Thursday, October 2, 2008
No banking crisis here
By SUE WATSON
With much being said in Washington about the condition of the financial markets, local bankers last week said there is nothing to worry about in the short term.
Steve Gresham, president of the Bank of Holly Springs, explained how most community banks operate in the county and how his bank operates.
“With all the losses and banks having trouble (nationally) we’ve stayed out of what the other banks have done,” he said. “We have no Freddie Mac or Fannie Mae preferred stock.”
Bank of Holly Springs keeps most of its lending local and has stayed away from subprime mortages, he said.
“I feel like most of the community banks across the country have done the same,” Gresham said. “We stick with basic banking and are a lot more conservative. Even with all the losses across the country being reported, we have remained profitable.”
Gresham said some customers want assurance that their savings are safe. He said while FDIC insurance covers individual accounts up to $100,000, a family of four is covered for up to $2 million provided the accounts are structured correctly.
Customers who are not sure about FDIC insurance can check with their banker for a better understanding of how the insurance works, he said.

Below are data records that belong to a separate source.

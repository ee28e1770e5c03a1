// npm run backup [-- --dir DIR] [--keep N]
// Writes DIR/hearth-<UTC time>.tar.gz (DIR: --dir, else HEARTH_BACKUP_DIR, else .data/backups):
// a pg_dump of one snapshot, every object of the store and a manifest. Runs beside a serving app:
// the dump and the row counts read one exported snapshot (https://www.postgresql.org/docs/15/functions-admin.html#FUNCTIONS-SNAPSHOT-SYNCHRONIZATION),
// so neither stops anything. --keep N then deletes all but the newest N archives in DIR.
import { createWriteStream } from "node:fs";
import fs from "node:fs/promises";
import os from "node:os";
import path from "node:path";
import { pipeline } from "node:stream/promises";
import type { Readable } from "node:stream";
import { fileURLToPath } from "node:url";
import { GetObjectCommand, paginateListObjectsV2 } from "@aws-sdk/client-s3";
import pg from "pg";
import * as tar from "tar";
import { createDb } from "@/db/client";
import { currentMigration } from "@/db/migrate";
import { getEnv } from "@/lib/env";
import { DUMP, MANIFEST, appVersion, countRows, objectPath, parseArgs, pgProgram, run, sha256File, storeClient, type Manifest } from "./backup/archive";

const root = path.resolve(path.dirname(fileURLToPath(import.meta.url)), "..");
const ARCHIVE = /^hearth-\d{8}T\d{6}Z\.tar\.gz$/;

export async function backup(dir: string): Promise<{ file: string; manifest: Manifest; ms: number }> {
  const started = performance.now();
  await fs.mkdir(dir, { recursive: true });
  const stamp = new Date().toISOString().replace(/[-:]/g, "").replace(/\.\d+Z$/, "Z");
  const name = `hearth-${stamp}`;
  const staging = await fs.mkdtemp(path.join(os.tmpdir(), "hearth-backup-"));
  try {
    const url = getEnv().DATABASE_URL;
    // The migration level first, then one snapshot for the counts and the dump.
    const { db } = createDb(url, 1);
    const level = await currentMigration(db).finally(() => db.destroy());
    const applied = await (async () => {
      const c = new pg.Client({ connectionString: url });
      await c.connect();
      try {
        return (await c.query<{ name: string }>("select name from kysely_migration order by name")).rows.map((r) => r.name);
      } finally {
        await c.end();
      }
    })();

    const client = new pg.Client({ connectionString: url });
    await client.connect();
    let tables: Record<string, number>;
    try {
      await client.query("begin isolation level repeatable read read only");
      const snapshot = (await client.query<{ id: string }>("select pg_export_snapshot() as id")).rows[0].id;
      tables = await countRows(client);
      await run(await pgProgram("pg_dump"), ["--format=custom", `--snapshot=${snapshot}`, `--file=${path.join(staging, DUMP)}`, `--dbname=${url}`]);
      await client.query("commit");
    } finally {
      await client.end();
    }
    const dumpStat = await fs.stat(path.join(staging, DUMP));

    // Objects after the snapshot: every object a row of the dump names was stored before it.
    const { s3, bucket } = storeClient();
    const objects: Manifest["objects"] = [];
    for await (const page of paginateListObjectsV2({ client: s3 }, { Bucket: bucket })) {
      for (const item of page.Contents ?? []) {
        if (!item.Key) continue;
        const file = objectPath(staging, item.Key);
        await fs.mkdir(path.dirname(file), { recursive: true });
        const obj = await s3.send(new GetObjectCommand({ Bucket: bucket, Key: item.Key }));
        if (!obj.Body) throw new Error(`object ${item.Key} has no body`);
        await pipeline(obj.Body as Readable, createWriteStream(file));
        const stat = await fs.stat(file);
        objects.push({ key: item.Key, bytes: stat.size, sha256: await sha256File(file), content_type: obj.ContentType ?? null });
      }
    }
    s3.destroy();

    const manifest: Manifest = {
      format: 1,
      created_at: new Date().toISOString(),
      app_version: await appVersion(root),
      migration: { latest: level.applied, applied },
      database: { file: DUMP, bytes: dumpStat.size, sha256: await sha256File(path.join(staging, DUMP)) },
      tables,
      bucket,
      objects,
    };
    await fs.writeFile(path.join(staging, MANIFEST), JSON.stringify(manifest, null, 2));

    // Written under a temporary name and renamed, so a half-written archive never looks finished.
    const file = path.join(dir, `${name}.tar.gz`);
    const partial = `${file}.partial`;
    const entries = [MANIFEST, DUMP, ...(objects.length ? ["objects"] : [])];
    await tar.c({ gzip: true, file: partial, cwd: staging, portable: true }, entries);
    await fs.rename(partial, file);
    return { file, manifest, ms: Math.round(performance.now() - started) };
  } finally {
    await fs.rm(staging, { recursive: true, force: true });
  }
}

/** Deletes all but the newest `keep` archives in dir (by the time in their names). */
export async function prune(dir: string, keep: number): Promise<string[]> {
  const names = (await fs.readdir(dir)).filter((n) => ARCHIVE.test(n)).sort();
  const gone = names.slice(0, Math.max(0, names.length - keep));
  for (const n of gone) await fs.rm(path.join(dir, n));
  return gone;
}

async function main() {
  const { flags } = parseArgs(process.argv.slice(2));
  const dirFlag = flags.get("dir");
  const dir = path.resolve(typeof dirFlag === "string" ? dirFlag : process.env.HEARTH_BACKUP_DIR || path.join(process.env.HEARTH_DATA_DIR || path.join(root, ".data"), "backups"));
  const keepFlag = flags.get("keep");
  const keep = keepFlag === undefined ? null : Number(keepFlag);
  if (keep !== null && (!Number.isInteger(keep) || keep < 1)) throw new Error("--keep takes a whole number of archives, 1 or more");
  const { file, manifest, ms } = await backup(dir);
  const size = (await fs.stat(file)).size;
  const rows = Object.values(manifest.tables).reduce((a, b) => a + b, 0);
  console.log(
    `[backup] ${file}: ${(size / 1024 / 1024).toFixed(1)} MiB, ${rows} rows in ${Object.keys(manifest.tables).length} tables, ${manifest.objects.length} objects, migration ${manifest.migration.latest}, ${ms} ms`,
  );
  if (keep !== null) {
    const gone = await prune(dir, keep);
    if (gone.length) console.log(`[backup] removed ${gone.length} older archive(s): ${gone.join(", ")}`);
  }
}

if (process.argv[1] && path.resolve(process.argv[1]) === fileURLToPath(import.meta.url)) {
  main().catch((err) => {
    console.error("[backup] failed:", err instanceof Error ? err.message : err);
    process.exit(1);
  });
}
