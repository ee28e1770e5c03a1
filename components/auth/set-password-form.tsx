"use client";

import { useState } from "react";
import { useRouter } from "next/navigation";
import { FormError } from "@/components/ui/form-error";

export type SetPasswordFormProps = { token: string; email: string; passwordMin: number };

export function SetPasswordForm({ token, email, passwordMin }: SetPasswordFormProps) {
  const [error, setError] = useState<string | null>(null);
  const [fieldErrors, setFieldErrors] = useState<Record<string, string[]>>({});
  const [busy, setBusy] = useState(false);
  const router = useRouter();

  async function onSubmit(e: React.FormEvent<HTMLFormElement>) {
    e.preventDefault();
    setBusy(true);
    setError(null);
    setFieldErrors({});
    const f = new FormData(e.currentTarget);
    try {
      const res = await fetch("/api/session/password", {
        method: "POST",
        headers: { "content-type": "application/json" },
        body: JSON.stringify({ token, password: f.get("password"), confirm: f.get("confirm") }),
      });
      const body = await res.json().catch(() => null);
      if (!res.ok) {
        setError(body?.error?.message ?? "Could not set the password.");
        setFieldErrors(body?.error?.fieldErrors ?? {});
        setBusy(false);
        return;
      }
      router.push(`/sign-in?password=set&email=${encodeURIComponent(email)}`);
    } catch {
      setError("The server did not answer; try again.");
      setBusy(false);
    }
  }

  const input = "mt-1 block w-full rounded-md border border-soot-200 px-3 py-2 text-base focus:border-clay-500 focus:outline-none";
  return (
    <form onSubmit={onSubmit} className="mt-5 space-y-4" noValidate>
      <input type="hidden" name="username" autoComplete="username" value={email} readOnly />
      <label className="block text-sm font-medium text-soot-700">
        New password
        <input name="password" type="password" autoComplete="new-password" minLength={passwordMin} required className={input} aria-invalid={!!fieldErrors.password} />
        <span className="mt-1 block text-xs text-soot-500">At least {passwordMin} characters; a few unrelated words work well.</span>
        {fieldErrors.password ? <span className="mt-1 block text-xs text-oxide-700">{fieldErrors.password[0]}</span> : null}
      </label>
      <label className="block text-sm font-medium text-soot-700">
        The same again
        <input name="confirm" type="password" autoComplete="new-password" required className={input} aria-invalid={!!fieldErrors.confirm} />
        {fieldErrors.confirm ? <span className="mt-1 block text-xs text-oxide-700">{fieldErrors.confirm[0]}</span> : null}
      </label>
      {error && !fieldErrors.password && !fieldErrors.confirm ? (
        <FormError>{error}</FormError>
      ) : null}
      <button type="submit" disabled={busy} className="w-full rounded-md bg-clay-600 px-4 py-2.5 text-sm font-semibold text-white hover:bg-clay-700 disabled:opacity-60">
        {busy ? "Saving…" : "Save password"}
      </button>
    </form>
  );
}
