// The web server of a built Hearth (`npm run serve`, `npm start`, the tests and the benchmarks):
// Next.js's request handler behind Node's own HTTP server, the framework's "custom server"
// (https://nextjs.org/docs/app/guides/custom-server). It answers two kinds of request before the
// framework's per-request work: the floor's window, which every open floor polls, from its
// cache (app/_server/floor-window-direct.ts), and the build's hashed static files from memory, gzipped
// once (app/_server/static-assets.ts). Everything else is Next.js's, unchanged.
// PORT (3000) and HOSTNAME (127.0.0.1) say where it listens; the build is NEXT_DIST_DIR (.next).
import http from "node:http";
import path from "node:path";
import { fileURLToPath } from "node:url";
import next from "next";
import { closeDb, getDb } from "@/db/client";
import { answerFloorWindow } from "@/app/_server/floor-window-direct";
import { STATIC_PREFIX, StaticAssets } from "@/app/_server/static-assets";
import { liveHub } from "@/app/_server/live-hub";

const root = path.resolve(path.dirname(fileURLToPath(import.meta.url)), "..");
const port = Number(process.env.PORT ?? 3000);
const hostname = process.env.HOSTNAME ?? "127.0.0.1";

async function main() {
  const app = next({ dev: false, dir: root, hostname, port });
  await app.prepare();
  const handle = app.getRequestHandler();
  // HEARTH_STATIC_FROM_MEMORY=0 leaves the static files to Next.js (the floor benchmark measures both).
  const assets = process.env.HEARTH_STATIC_FROM_MEMORY === "0" ? null : new StaticAssets(path.resolve(root, process.env.NEXT_DIST_DIR || ".next", "static"));
  // Without a usable secret nothing can be answered directly; Next.js then reports the set-up error.
  const secret = process.env.SESSION_SECRET && process.env.SESSION_SECRET.length >= 32 ? process.env.SESSION_SECRET : null;

  const server = http.createServer((req, res) => {
    const direct = assets && req.url?.startsWith(STATIC_PREFIX)
      ? assets.answer(req, res)
      : secret
        ? answerFloorWindow(req, res, getDb(), secret)
        : Promise.resolve(false);
    direct
      .catch((err: unknown) => {
        // An error before anything was written (the database, say) is the route handler's to report.
        if (res.headersSent) throw err;
        return false;
      })
      .then((answered) => (answered ? undefined : handle(req, res)))
      .catch((err: unknown) => {
        console.error("[app] request failed", req.method, req.url, err);
        if (!res.headersSent) res.writeHead(500, { "content-type": "text/plain" });
        res.end();
      });
  });
  // Longer than a reverse proxy's usual idle timeout, so that the proxy closes first.
  server.keepAliveTimeout = 65_000;
  server.headersTimeout = 66_000;
  server.listen(port, hostname, () => console.log(`[app] ready on http://${hostname}:${port}`));
  // Off the request path (the reads and gzip run on libuv's pool): the first page load then
  // finds its scripts ready too.
  void assets?.warm().catch((err: unknown) => console.error("[app] static files not preloaded:", err));
  // Live updates (app/api/events): listening from the start also keeps the floor's window cache
  // in step with changes made by other instances and the worker.
  liveHub().start();

  let stopping = false;
  const stop = async (signal: string) => {
    if (stopping) return;
    stopping = true;
    console.log(`[app] ${signal}: closing`);
    // Open event streams never finish by themselves: end them now, and the browsers reconnect
    // to another instance (or to this one once it is back).
    const live = liveHub().shutdown();
    // Requests in flight may finish (five seconds at most); idle keep-alive connections go now.
    await new Promise<void>((resolve) => {
      server.close(() => resolve());
      server.closeIdleConnections();
      // The ended streams' connections turn idle a moment later.
      void live.then(() => setTimeout(() => server.closeIdleConnections(), 50));
      setTimeout(() => {
        server.closeAllConnections();
        resolve();
      }, 5_000).unref();
    });
    await app.close().catch(() => undefined);
    await closeDb().catch(() => undefined);
    process.exit(0);
  };
  process.on("SIGTERM", () => void stop("SIGTERM"));
  process.on("SIGINT", () => void stop("SIGINT"));
}

main().catch((err) => {
  console.error("[app] failed to start:", err);
  process.exit(1);
});
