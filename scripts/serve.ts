// The web server of a built Hearth (`npm run serve`, `npm start`, the tests and the benchmarks):
// Next.js's request handler behind Node's own HTTP server, the framework's "custom server"
// (https://nextjs.org/docs/app/guides/custom-server). It answers two kinds of request before the
// framework's per-request work: the shared reads that every open page asks for again after each
// change it hears of (the floor's window, the board, the unscheduled builds, a unit's trace), from
// their caches (app/_server/shared-read-direct.ts), and the build's hashed static files from memory, gzipped
// once (app/_server/static-assets.ts). Everything else is Next.js's, unchanged.
// PORT (3000) and HOSTNAME (127.0.0.1) say where it listens; the build is NEXT_DIST_DIR (.next).
// Every answer names the instance in X-Hearth-Instance (HEARTH_INSTANCE, else host:port), so
// that behind a proxy one can see which instance answered.
import http from "node:http";
import path from "node:path";
import { fileURLToPath } from "node:url";
import next from "next";
import { closeDb, getDb } from "@/db/client";
import { answerSharedRead } from "@/app/_server/shared-read-direct";
import { STATIC_PREFIX, StaticAssets } from "@/app/_server/static-assets";
import { PEER_HEADER } from "@/lib/http/client-address";
import { DECLARED_LENGTH_HEADER, declaredLength } from "@/lib/http/declared-length";
import { baseSecurityHeaders } from "@/lib/http/security-headers";
import { pathDecodes } from "@/lib/http/request-target";
import { crossSiteRefusal } from "@/lib/http/cross-site";
import { liveHub } from "@/app/_server/live-hub";
import { withRequestLog } from "@/app/_server/request-log";
import { startComputeThreads } from "@/db/compute/threads";

const root = path.resolve(path.dirname(fileURLToPath(import.meta.url)), "..");
// Where the compute threads find their entry (db/compute/threads.ts), whatever the working directory.
process.env.HEARTH_ROOT ??= root;
const port = Number(process.env.PORT ?? 3000);
const hostname = process.env.HOSTNAME ?? "127.0.0.1";
const instance = process.env.HEARTH_INSTANCE || `${hostname}:${port}`;
// How long a stop waits for requests in flight before it closes their connections.
const graceMs = Number(process.env.HEARTH_STOP_GRACE_MS ?? 10_000);
// How long an answer given before the request's body was read keeps reading (and dropping) it.
const LINGER_MS = 500;
const LINGER_MAX_MS = 30_000;

/**
 * Answers that must end their connection: one given before the request's body was read to its
 * end (a 413 for an upload over the limit, a 401 before the upload) — otherwise Node reads and
 * discards the rest of the body and keeps the connection, and a client that stopped sending
 * waits on it until the server's timeouts — and any answer while the server stops (which
 * says "Connection: close"). After an unread body the connection goes once the rest has been
 * read, or LINGER_MS after the answer.
 */
function closeWhenDue(req: http.IncomingMessage, res: http.ServerResponse, stopping: () => boolean) {
  const writeHead = res.writeHead;
  res.writeHead = function (this: http.ServerResponse, ...args: Parameters<typeof writeHead>) {
    const hasBody = req.headers["transfer-encoding"] !== undefined || Number(req.headers["content-length"] ?? 0) > 0;
    if (hasBody && !req.complete) {
      // A lingering close, as nginx does. The answer says "Connection: close" so that no client
      // sends another request on this connection; when the answer is out, Node would close at
      // once and reset a client still sending its body (EPIPE before it reads the answer). So
      // the close here sends FIN only and goes on reading and dropping until the client hangs up
      // or LINGER_MS pass (a client that stopped sending is cut off then, not left hanging).
      // The socket is the answer's: Next.js may already have destroyed the request stream (and
      // with it req.socket) when the handler answered without reading the body.
      const socket = res.socket;
      res.shouldKeepAlive = false;
      if (socket) {
        socket.destroySoon = function lingeringClose(this: typeof socket) {
          this.end();
          // Node's HTTP parser stops reading once the request stream it feeds is gone; take the
          // socket from it and drop what comes, cutting the connection LINGER_MS after the last
          // byte (LINGER_MAX_MS at the most), as nginx's lingering_timeout and lingering_time do.
          const parser = (this as unknown as { parser?: { _consumed?: boolean; unconsume?: () => void } }).parser;
          if (parser?._consumed && parser.unconsume) {
            parser.unconsume();
            parser._consumed = false;
          }
          this.removeAllListeners("data");
          const until = setTimeout(() => this.destroy(), LINGER_MAX_MS);
          until.unref();
          let idle = setTimeout(() => this.destroy(), LINGER_MS);
          idle.unref();
          this.on("data", () => {
            clearTimeout(idle);
            idle = setTimeout(() => this.destroy(), LINGER_MS);
            idle.unref();
          });
          this.once("close", () => {
            clearTimeout(idle);
            clearTimeout(until);
          });
          this.once("end", () => this.destroy());
          this.resume();
        };
      }
    } else if (stopping()) {
      res.shouldKeepAlive = false;
    }
    // A streamed file's length, which Next.js would not pass on (lib/http/declared-length.ts).
    if (res.hasHeader(DECLARED_LENGTH_HEADER)) {
      const length = declaredLength(res.getHeader(DECLARED_LENGTH_HEADER));
      res.removeHeader(DECLARED_LENGTH_HEADER);
      if (length !== null && !res.hasHeader("content-encoding") && !res.hasHeader("transfer-encoding")) res.setHeader("content-length", length);
    }
    return writeHead.apply(this, args);
  } as typeof res.writeHead;
}

async function main() {
  const app = next({ dev: false, dir: root, hostname, port });
  await app.prepare();
  const handle = app.getRequestHandler();
  // HEARTH_STATIC_FROM_MEMORY=0 leaves the static files to Next.js (the floor benchmark measures both).
  const assets = process.env.HEARTH_STATIC_FROM_MEMORY === "0" ? null : new StaticAssets(path.resolve(root, process.env.NEXT_DIST_DIR || ".next", "static"));
  // Without a usable secret nothing can be answered directly; Next.js then reports the set-up error.
  const secret = process.env.SESSION_SECRET && process.env.SESSION_SECRET.length >= 32 ? process.env.SESSION_SECRET : null;

  const securityHeaders = Object.entries(baseSecurityHeaders(process.env.APP_URL));
  const appOrigin = URL.canParse(process.env.APP_URL ?? "") ? new URL(process.env.APP_URL!).origin : null;
  let stopping = false;
  const server = http.createServer((req, res) => withRequestLog(req, res, () => {
    res.setHeader("x-hearth-instance", instance);
    closeWhenDue(req, res, () => stopping);
    // Every answer, direct or Next.js's, carries the security headers; the page's CSP is proxy.ts's.
    for (const [name, value] of securityHeaders) res.setHeader(name, value);
    // The socket's address for app/_server/session.ts, never a value the client sent.
    delete req.headers[PEER_HEADER];
    if (req.socket.remoteAddress) req.headers[PEER_HEADER] = req.socket.remoteAddress;
    // A state-changing request from another site (route handlers and server actions alike) ends
    // here, before Next.js reads its body (lib/http/cross-site.ts).
    const refusal = crossSiteRefusal(req.method ?? "GET", { get: (name) => [req.headers[name] ?? []].flat().join(", ") || null }, appOrigin);
    if (refusal) {
      res.writeHead(403, { "content-type": "application/json" });
      res.end(JSON.stringify({ error: { code: "forbidden", message: `${refusal} Changes are only accepted from Hearth's own pages.` } }));
      return;
    }
    if (req.url && !pathDecodes(req.url)) {
      res.writeHead(400, { "content-type": "application/json" });
      res.end(JSON.stringify({ error: { code: "bad_request", message: "The address contains a malformed %-escape." } }));
      return;
    }
    const direct = assets && req.url?.startsWith(STATIC_PREFIX)
      ? assets.answer(req, res)
      : secret
        ? answerSharedRead(req, res, getDb(), secret)
        : Promise.resolve(false);
    direct
      .catch((err: unknown) => {
        // An error before anything was written (the database, say) is the route handler's to report.
        if (res.headersSent) throw err;
        return false;
      })
      .then((answered) => (answered ? undefined : handle(req, res)))
      .catch((err: unknown) => {
        console.error("[app] request failed", req.method, req.url, err);
        if (!res.headersSent) res.writeHead(500, { "content-type": "text/plain" });
        res.end();
      });
  }));
  // Longer than a reverse proxy's usual idle timeout, so that the proxy closes first.
  server.keepAliveTimeout = 65_000;
  server.headersTimeout = 66_000;
  server.listen(port, hostname, () => console.log(`[app] ready on http://${hostname}:${port}`));
  // Off the request path (the reads and gzip run on libuv's pool): the first page load then
  // finds its scripts ready too.
  void assets?.warm().catch((err: unknown) => console.error("[app] static files not preloaded:", err));
  // Live updates (app/api/events): listening from the start also keeps the floor's window cache
  // in step with changes made by other instances and the worker.
  liveHub().start();
  // The planners' searches run on their own threads, which load their sources now.
  startComputeThreads();

  const stop = async (signal: string) => {
    if (stopping) return;
    stopping = true;
    const started = Date.now();
    console.log(`[app] ${signal}: closing`);
    // Open event streams never finish by themselves: end them now, and the browsers reconnect
    // to another instance (or to this one once it is back).
    void liveHub().shutdown();
    // Idle keep-alive connections go now, and each one that falls idle after its answer goes
    // too (the ended streams' connections among them); the server stops as soon as the requests
    // in flight are answered, or after the grace.
    await new Promise<void>((resolve) => {
      server.close(() => resolve());
      server.closeIdleConnections();
      const sweep = setInterval(() => server.closeIdleConnections(), 50);
      sweep.unref();
      setTimeout(() => {
        server.closeAllConnections();
        resolve();
      }, graceMs).unref();
    });
    console.log(`[app] connections closed in ${Date.now() - started} ms`);
    await app.close().catch(() => undefined);
    await closeDb().catch(() => undefined);
    process.exit(0);
  };
  process.on("SIGTERM", () => void stop("SIGTERM"));
  process.on("SIGINT", () => void stop("SIGINT"));
}

main().catch((err) => {
  console.error("[app] failed to start:", err);
  process.exit(1);
});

Tracy Davidson, president of Citizens Bank, said he feels like most local banks operate within the local area. He said only a few people have called to ask questions about the security of their savings and both wanted assurance about FDIC insurance protection on their accounts.
In general, customers are not showing him much anxiety about what is being called a banking crisis in Washington, he said.
“Your local banks operate in the communities they know and with people they know well and know best; I think it is a benefit,” Davidson said. “I think that’s the advantage of community banking. I think the banks are willing to lend money to qualified borrowers. That’s what we do here. Making qualified loans is the key.”
That translates into lending to those who have satisfactory credit and income, he said.
“Locally, our credit is sound and we have a good banking environment,” Davidson said. “There has been very little change locally as far as loans and extending credit.
“A community bank’s loan portfolio reflects the make-up of the community,” he said. “If anyone has concerns, if they should talk to their banker, I think they will be vastly pleased. I am surprised we have not had as many calls as expected.”
Greg Taylor, president of Merchants & Farmers Bank, said there is much misunderstanding about the financial institution crisis and talk about what is going on in Washington.
“The stories you are reading or hearing about in New York are about investment banks,” he said. “Basically, investment banks do not accept deposits. They are a kind of brokerage house and they buy mortgage loans and sell packaged loans in order to generate money. They have to sell off of a package of loans in order to make money to buy other mortgages (loans).”
In order for investment banks to make money they have to be continually selling, he said.
“The way they make money is by charging a fee that they charge for the transaction,” Taylor said. “Community banks like us generally do not sell any of our loans. We service all our loans.”
“Most community banks cannot afford to have a mortgage department because it is too expensive to operate,” he said. “Your ATMs, your checking, your whole system is working fine. Any withdrawal from a savings or checking account or CD is not affected whatsoever.”
Taylor said the local economy is doing fine.
“There have been some layoffs, but it is business as usual every day here,” he said. “We encourage people to call their banker if they have any questions at all.”
Taylor said a few M&F customers have called about interest rates, and friends will ask how the local banks are doing.
But he has not seen any panic, he said.
“I just think everything we are seeing in the news now is being called a bank, but we are all financial institutions of different types and these institutions on the news are a different type of financial institution than community banks,” Taylor said.
First State Bank president Jim Crell agreed.
“Many of these problems we are reading about on the national level are not trickling down to the local level here in Marshall County,” he said. “Although new home purchases and residential construction starts are declining nationally, locally we are seeing some new construction, and home purchases are picking up slightly. Demand seems to be level, especially in the northern part of the county. We are not feeling the severity of the repercussions other markets are currently experiencing.”
Local retail starts have been helping the local economy grow, Crell said. He cited the start-up of some new businesses in the area including a new hair salon and a couple of new restaurant openings, including Goodfella’s Bar and Grill in Holly Springs and the Slayden Travel Center which recently opened on Highway 72.
Local efforts are paying off with regard to new businesses in Holly Springs and Marshall County, Crell said, citing the efforts of the Holly Springs Chamber of Commerce under the direction of Amy Heaton and the Holly Springs Tourism Bureau headed by Stephanie Movre. He said local efforts such as these have helped flourish the local economy and have given the local banking industry a boost.
T.J. Vanzant with First State added that the local banks tend to operate conservatively in terms of assuring loans are solid from a banking standpoint.
“We have a responsibility to our shareholders and the community as a whole to ensure they will always have a safe place to deposit their money and conduct any and all financial transactions that may arise,” he said.